Emerson asserts throughout Nature the primacy of spirit over matter. Nature's purpose is as a representation of the divine to promote human insight into the laws of the universe, and thus to bring man closer to God. Emerson writes of nature in "Spirit" as "the organ through which the universal spirit speaks to the individual, and strives to lead back the individual to it." He explores the relationship between matter and spirit extensively in "Language," in which he discusses the correspondence between material and moral laws, and in "Idealism," in which he presents the concept of nature as a projection by God on the human mind, as opposed to a concrete reality.

Emerson's discussion in "Language" is based on three premises: that words — even those used to describe intellectual or spiritual states — originated in nature, in an elemental interaction between mind and matter; that not only do words represent nature, but, because nature is an expression of the divine, the natural facts that words represent are symbolic of spiritual truth; and that the whole of nature — not just individual natural facts — symbolizes the whole of spiritual truth. Emerson writes,

The world is emblematic. Parts of speech are metaphors because the whole of nature is a metaphor of the human mind. The laws of moral nature answer to those of matter as face to face in a glass.

Because the laws of the material world correspond to higher laws in the spiritual world, man may "by degrees" comprehend the universal through his familiarity with its expression in nature. Emerson states that the symbolism of matter renders "every form significant to its hidden life and final cause." Moral law, as he suggests in "Discipline," "lies at the centre of nature and radiates to the circumference." At the end of "Language," Emerson works toward the ideal theory in presenting all the particulars of nature as preexisting "in necessary Ideas in the mind of God, and are what they are by preceding affections, in the world of spirit." He writes that a fact is "the end or last issue of spirit. The visible creation is the terminus or the circumference of the invisible world." Matter thus issues from and is secondary to spirit.

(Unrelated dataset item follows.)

"""Questions the window asks and lists it shows apart: opening, exporting, columns of a file, problems, keys."""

In "Idealism" and "Spirit," Emerson takes a philosophical leap in asking whether nature exists separately, or whether it is only an image created in man's mind by God. Although he says that the answer cannot be known, and that it makes no difference in man's use of nature, he suggests that idealism is preferable to viewing nature as concrete reality because it constitutes "that view which is most desirable to the mind." Emerson supports the ideal theory by pointing to the ways in which poetry, philosophy, science, religion, and ethics subordinate matter to higher truth. But he also acknowledges that idealism is hard to accept from the commonsensical point of view — the view of those who trust in rationality over intuition. "The broker, the wheelwright, the carpenter, the toll-man, are much displeased at the intimation," he writes at the beginning of "Idealism." Correspondence provides a bridge between matter and spirit. In denying the actual existence of matter, idealism goes much farther.

In various ways in Nature, Emerson appears to suggest that the natural world does, in fact, exist separately from spirit. For instance, he carefully distinguishes between man's inner qualities and his physical existence, between the "ME" and the "NOT ME," which includes one's own body. His progressive argument is marred by this seeming contradiction, and by his hesitancy to state outright that nature is an ideal, even while he discusses it as such. He only goes so far as to say that idealism offers a satisfactory way of looking at nature. But he does not want to sidetrack his reader by attempting to prove that which cannot be proven.

Emerson concludes the essay by asking his readers to open themselves to spiritual reality by trusting in intuitive reason. He writes,

. . . there are far more excellent qualities in the student than preciseness and infallibility; . . . a guess is often more fruitful than an indisputable affirmation, and . . . a dream may let us deeper into the secret of nature than a hundred concerted experiments.

Through receptivity to intuition, we may rise above narrow common sense and transcend preoccupation with material fact per se.